Compare with NVDC and AMD's presentations, Intel's one was not as juice as others. In addition, INTC's annual report and this presentation were saying generic things like "we are good", we are hardworking" etc. . We saw another Steve Jobs on stage in NVDC's CES keynote while we see very generic presentation in INTC. Hope they can make keynotes and reportes to be more tangible and persuasive next time. Your ball is big, don't drop again.

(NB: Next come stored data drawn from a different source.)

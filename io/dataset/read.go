package dataset

import (
	"context"
	"crypto/sha256"
	"encoding/hex"
	"errors"
	"fmt"
	"io"
	"os"
	"slices"
)

// Read reads the columns that spec asks for from spec.Path, following the
// value rules in the package documentation, and hashes the file's bytes.
// Cancelling ctx stops the read between blocks of text or batches of
// Parquet rows. Read works on up to GOMAXPROCS goroutines; its result does
// not depend on their number.
//
// A cell that cannot be read is reported as a *CellError, a requested column
// that the file lacks as a *MissingColumnError, and a requested column that
// cannot be read as a whole (a Parquet type that does not fit its kind, or a
// name the header holds twice) as a *ColumnError. A file with a header and no
// data rows gives a Table with Rows 0.
func Read(ctx context.Context, spec Spec) (*Table, error) {
	if err := checkSpec(spec); err != nil {
		return nil, fmt.Errorf("read dataset %q: %w", spec.Path, err)
	}
	if err := ctx.Err(); err != nil {
		return nil, fmt.Errorf("read dataset %q: %w", spec.Path, err)
	}
	switch spec.Format {
	case CSV, TSV:
		return readText(ctx, spec, separator(spec.Format))
	case Parquet:
		return readParquet(ctx, spec)
	}
	return nil, fmt.Errorf("read dataset %q: invalid format %d", spec.Path, int(spec.Format))
}

// Header returns the file's column names, in file order, without reading
// the data: the first record of a CSV or TSV file (after any byte order
// mark), or the top-level fields of a Parquet schema. Every name is
// returned, a repeated one as often as it occurs: Header does not judge the
// names, and a caller that checks the columns it will request can report a
// repeated one itself. (Read reports a requested name that occurs twice as
// a *ColumnError.)
func Header(path string, f Format) ([]string, error) {
	switch f {
	case CSV, TSV:
		return textHeader(path, separator(f))
	case Parquet:
		return parquetHeader(path)
	}
	return nil, fmt.Errorf("read header of %q: invalid format %d", path, int(f))
}

// HashFile returns the lowercase hex SHA-256 of the file's bytes and their
// count, reading the file as a stream. [Read] hashes the bytes it parses
// itself, so its Table needs no second call.
func HashFile(path string) (string, int64, error) {
	f, err := os.Open(path)
	if err != nil {
		return "", 0, fmt.Errorf("hash %q: %w", path, err)
	}
	defer f.Close()
	sum, n, err := hashStream(f)
	if err != nil {
		return "", 0, fmt.Errorf("hash %q: %w", path, err)
	}
	return sum, n, nil
}

// hashStream returns the lowercase hex SHA-256 of the bytes read from r
// and their count.
func hashStream(r io.Reader) (string, int64, error) {
	h := sha256.New()
	n, err := io.Copy(h, r)
	if err != nil {
		return "", 0, err
	}
	return hex.EncodeToString(h.Sum(nil)), n, nil
}

// Types checks, without reading any data, that each requested column of a
// Parquet file has a stored type that can be read as the requested kind. It
// returns every mismatch as a *ColumnError, joined with errors.Join, or nil.
// Text files store no types, so for CSV and TSV it returns nil: their cells
// are checked as they are read. Missing and repeated names are the caller's
// to check with [Header].
func Types(spec Spec) error {
	if spec.Format != Parquet {
		return nil
	}
	f, err := os.Open(spec.Path)
	if err != nil {
		return fmt.Errorf("read dataset %q: %w", spec.Path, err)
	}
	defer f.Close()
	_, fr, err := openParquet(spec.Path, f)
	if err != nil {
		return err
	}
	names := fieldNames(fr)
	var errs []error
	for _, cs := range spec.Columns {
		i := slices.Index(names, cs.Name)
		if i < 0 {
			continue
		}
		if err := checkParquetType(spec.Path, cs, fr.Manifest.Fields[i]); err != nil {
			errs = append(errs, err)
		}
	}
	return errors.Join(errs...)
}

What a boring, pathetic presentation. A zombie show. That won't create any inspiration and harms the business of Intel. As a Intel user since 40 years I hope they will find a charismatic and capable CEO who is able to turn things around.
How do they have absolutely no vision for the future? They seem to be completely surrendering to nvidia. They aren't even trying to compete in the AI space...... Their manufacturing doesn't mean anything if they have nothing of value to manufacture.
Hello intel, i want to say this to you What if you made a cpu with a peltier module and fixed problems because alot intel users is switching to amd and made a core with alot of thread and core i think of intel failed snd bankrupt amd will buy intel. And what if you outrun amd threadripper, i think you eill make a cpu with 455 threads and 295 cores i thinkits impossible to research it and i dont want to see intel lose and can you make the intel gens like the socket not requiring to upgrade to I3 - i9 because the intel user are switching to amd again about The am4. Please respond.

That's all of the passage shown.